Inverse Laplace transform
$$\mathcal{L}^{-1}[F(p)]=\frac{1}{2\pi i}\int^{c+i\infty}_{c-i\infty}F(s)e^{st}dp=f(t)$$

Question if we integrate along a straight line in complex plane where axis are $$Re(p)$$, $$Im(p)$$, why we integrate from $$c-i \ínfty$$ to $$c+\infty$$? So my question is, because $$Im(p)$$ are also real numbers why we integrate from $$c-i\infty$$ to $$c+i\infty$$.

Last edited: Nov 19, 2014
2. Nov 24, 2014

### Greg Bernhardt

Thanks for the post! This is an automated courtesy bump. Sorry you aren't generating responses at the moment. Do you have any further information, come to any new conclusions or is it possible to reword the post?

3. Nov 24, 2014

### jasonRF

I'm guessing that you meant that the integral is with respect to $s$, not $p$. Anyway, for the traditional Laplace transform,
F(s) = \int^{\infty}_{0} dt e^{-s t} f(t)

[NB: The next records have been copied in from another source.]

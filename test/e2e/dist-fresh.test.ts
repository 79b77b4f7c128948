import { execFileSync } from 'node:child_process';
import { existsSync, mkdtempSync, readdirSync, readFileSync, rmSync, statSync } from 'node:fs';
import { tmpdir } from 'node:os';
import { join, relative, resolve } from 'node:path';
import { afterAll, describe, expect, it } from 'vitest';

// The committed bundles in dist/ are what action.yml and the `bellgate` bin run, so they must be
// exactly what the sources build to today. This builds afresh into a temporary folder with the
// same script (`npm run build` uses it too) and compares every file byte for byte.
const root = resolve(import.meta.dirname, '..', '..');
const dist = join(root, 'dist');
const fresh = mkdtempSync(join(tmpdir(), 'bellgate-dist-'));
afterAll(() => rmSync(fresh, { recursive: true, force: true }));

function files(dir: string): string[] {
  if (!existsSync(dir)) return [];
  const out: string[] = [];
  const walk = (d: string): void => {
    for (const name of readdirSync(d)) {
      const full = join(d, name);
      if (statSync(full).isDirectory()) walk(full);
      else out.push(relative(dir, full));
    }
  };
  walk(dir);
  return out.sort();
}

describe('dist/ is up to date with src/', () => {
  it('a fresh build equals the committed dist/ byte for byte', { timeout: 600_000 }, () => {
    execFileSync(process.execPath, [join(root, 'test', 'build-dist.mjs'), fresh], { cwd: root, stdio: 'pipe' });
    const built = files(fresh);
    const committed = new Set(files(dist));
    expect(built.length, 'the build wrote no files').toBeGreaterThan(0);
    const missing = built.filter((f) => !committed.has(f));
    const stale = built.filter(
      (f) => committed.has(f) && !readFileSync(join(fresh, f)).equals(readFileSync(join(dist, f))),
    );
    const extra = [...committed].filter((f) => !built.includes(f));
    const problems = [
      ...stale.map((f) => `stale: dist/${f}`),
      ...missing.map((f) => `missing: dist/${f}`),
      ...extra.map((f) => `not built any more: dist/${f}`),
    ];
    if (problems.length > 0) {
      expect.fail(`dist/ does not match the sources; run npm run build and commit dist/\n  ${problems.join('\n  ')}`);
    }
  });
});
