import { importRuns, parseImportRuns } from '../../history/import.js';
import { visibleText } from '../../errors/visible-text.js';
import type { CommandContext } from '../context.js';
import { openHistory } from '../open-history.js';
import { readFlagFile } from '../read-text.js';

export interface ImportOptions {
  history: string;
  runs: string;
  series: string;
}

/** How many skipped rows are listed one by one before the rest are counted. */
const SHOWN_SKIPS = 20;

/**
 * The work of `bellgate import`: merges the past runs into
 * the history file by run id; rows that cannot be used are listed on stderr with place and reason.
 * @throws InputError (unreadable runs file), StoreError (history unreadable or unwritable).
 * @example await runImport(ctx, { history: 'h.json', runs: 'past-runs.jsonl', series: 'default' })
 */
export async function runImport(ctx: CommandContext, options: ImportOptions): Promise<void> {
  const text = await readFlagFile(ctx, '--runs', options.runs, false);
  const parsed = parseImportRuns(text, options.runs);
  const { history, store } = await openHistory(ctx, options.history, options.series);
  const result = importRuns(history, parsed);
  const skipped = result.skipped;
  // Reasons quote names from the file: no control or bidi character reaches the terminal.
  for (const skip of skipped.slice(0, SHOWN_SKIPS))
    ctx.io.stderr(visibleText(`bellgate: skipped ${skip.where}: ${skip.reason}`) + '\n');
  if (skipped.length > SHOWN_SKIPS)
    ctx.io.stderr(`bellgate: ... and ${skipped.length - SHOWN_SKIPS} more skipped rows\n`);
  // The store merges what it holds at the moment of writing (under its lock) with these runs.
  const runs = store
    ? (await store.update({ kind: 'merge', history: result.incoming })).runs
    : result.history.runs.length;
  ctx.io.stdout(
    `imported ${options.runs}: ${result.added} runs added, ${result.updated} updated, ${result.unchanged} unchanged, ${skipped.length} skipped; ` +
      `${runs} runs in ${store?.describe() ?? options.history}\n`,
  );
}
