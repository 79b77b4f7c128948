// Large and endless inputs through the built CLI in a child process under a hard heap cap
// (--max-old-space-size=512, the bound): each must end as a clear refusal (exit 2, the
// limit and the key to raise), never as a killed process. Nothing here is timed; a run that does
// not end is killed by the child timeout and fails. Each metric file is about 58 MB, inside the
// default limits.max-file-bytes (64 MiB), with far more samples than limits.max-samples allows.
import { spawnSync } from 'node:child_process';
import { existsSync, mkdtempSync, rmSync, writeFileSync } from 'node:fs';
import { tmpdir } from 'node:os';
import { join, resolve } from 'node:path';
import { afterAll, describe, expect, it } from 'vitest';
import { DEFAULT_LIMITS } from '../../src/inputs/limits.js';

const root = resolve(import.meta.dirname, '..', '..');
const cli = join(root, 'dist', 'cli', 'index.js');
const built = existsSync(cli);
if (!built) console.warn(`large-file tests skipped: ${cli} is absent; run npm run build`);

const work = mkdtempSync(join(tmpdir(), 'bellgate-large-'));
afterAll(() => rmSync(work, { recursive: true, force: true }));

const SIZE = 58 * 1024 * 1024;

/** A file of about 58 MB: the header, then `line(i)` for i = 0, 1, ... until the size is reached. */
function write(name: string, header: string, line: (i: number) => string, footer = ''): string {
  const block: string[] = [];
  for (let i = 0; i < 1000; i++) block.push(line(i));
  const chunk = block.join('');
  writeFileSync(join(work, name), header + chunk.repeat(Math.ceil(SIZE / chunk.length)) + footer);
  return name;
}

function bellgate(args: string[]): { code: number | null; signal: string | null; stderr: string } {
  const r = spawnSync(process.execPath, ['--max-old-space-size=512', cli, ...args], {
    cwd: work,
    encoding: 'utf8',
    timeout: 240_000,
    env: { PATH: process.env.PATH ?? '', NO_COLOR: '1' },
  });
  return { code: r.status, signal: r.signal, stderr: r.stderr };
}

const CASES: Array<[string, () => string]> = [
  ['CSV, long form', () => write('long.csv', 'name,value\n', (i) => `m${i % 10},${i}\n`)],
  [
    'CSV, wide form',
    () =>
      write(
        'wide.csv',
        'a,b,c,d,e,f,g,h\n',
        (i) =>
          `${Array(8)
            .fill(i % 97)
            .join(',')}\n`,
      ),
  ],
  ['JSON Lines', () => write('big.jsonl', '', (i) => `{"name":"m${i % 10}","value":${i}}\n`)],
  ['Go benchmark format', () => write('big.txt', '', (i) => `BenchmarkX${i % 10}-8 100 ${i} ns/op\n`)],
  ['OpenMetrics', () => write('big.prom', '', (i) => `m${i % 10} ${i}\n`)],
  [
    'JUnit XML',
    () =>
      write(
        'big.xml',
        '<testsuite name="s">\n',
        (i) => `<testcase name="t${i % 10}" time="${i}"/>\n`,
        '</testsuite>\n',
      ),
  ],
];

describe.skipIf(!built)('a 58 MB metric file within the default limits, under a 512 MB heap', () => {
  it.each(CASES)('%s is refused at limits.max-samples', (_label, make) => {
    const file = make();
    const r = bellgate(['check', '--metrics', file]);
    rmSync(join(work, file));
    expect(r.signal, r.stderr).toBeNull();
    expect(r.code, r.stderr).toBe(2);
    expect(r.stderr).toContain(`(limit limits.max-samples = ${DEFAULT_LIMITS.maxSamples})`);
    expect(r.stderr).toContain('fix: raise limits.max-samples in the config file');
  });
});

describe.skipIf(!built || process.platform === 'win32')('endless files through the built CLI', () => {
  it('--config /dev/zero and --metrics /dev/zero are refused at once, as devices', () => {
    const config = bellgate(['check', '--metrics', 'none.json', '--config', '/dev/zero']);
    expect(config.code, config.stderr).toBe(2);
    expect(config.stderr).toContain('config file /dev/zero is a device, not a regular file');
    const metrics = bellgate(['check', '--metrics', '/dev/zero']);
    expect(metrics.code, metrics.stderr).toBe(2);
    expect(metrics.stderr).toContain('metric file /dev/zero is a device, not a regular file');
  });
});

$F(s)$ is only analytic for some right half plane (that is $\Re(s)>s_0$). So for the inverse transform you pick a $c>s_0$ for your path.

Does that help?

jason

4. Nov 25, 2014

### LagrangeEuler

Yes. Mistake. I understand that. I am not very good in complex analysis. My question is if [tex[Im(s)[/tex] are real numbers why I integrate from $$c-i\infty$$ to $$c+i\infty$$? Why I have this $$i$$? Thanks for the answer.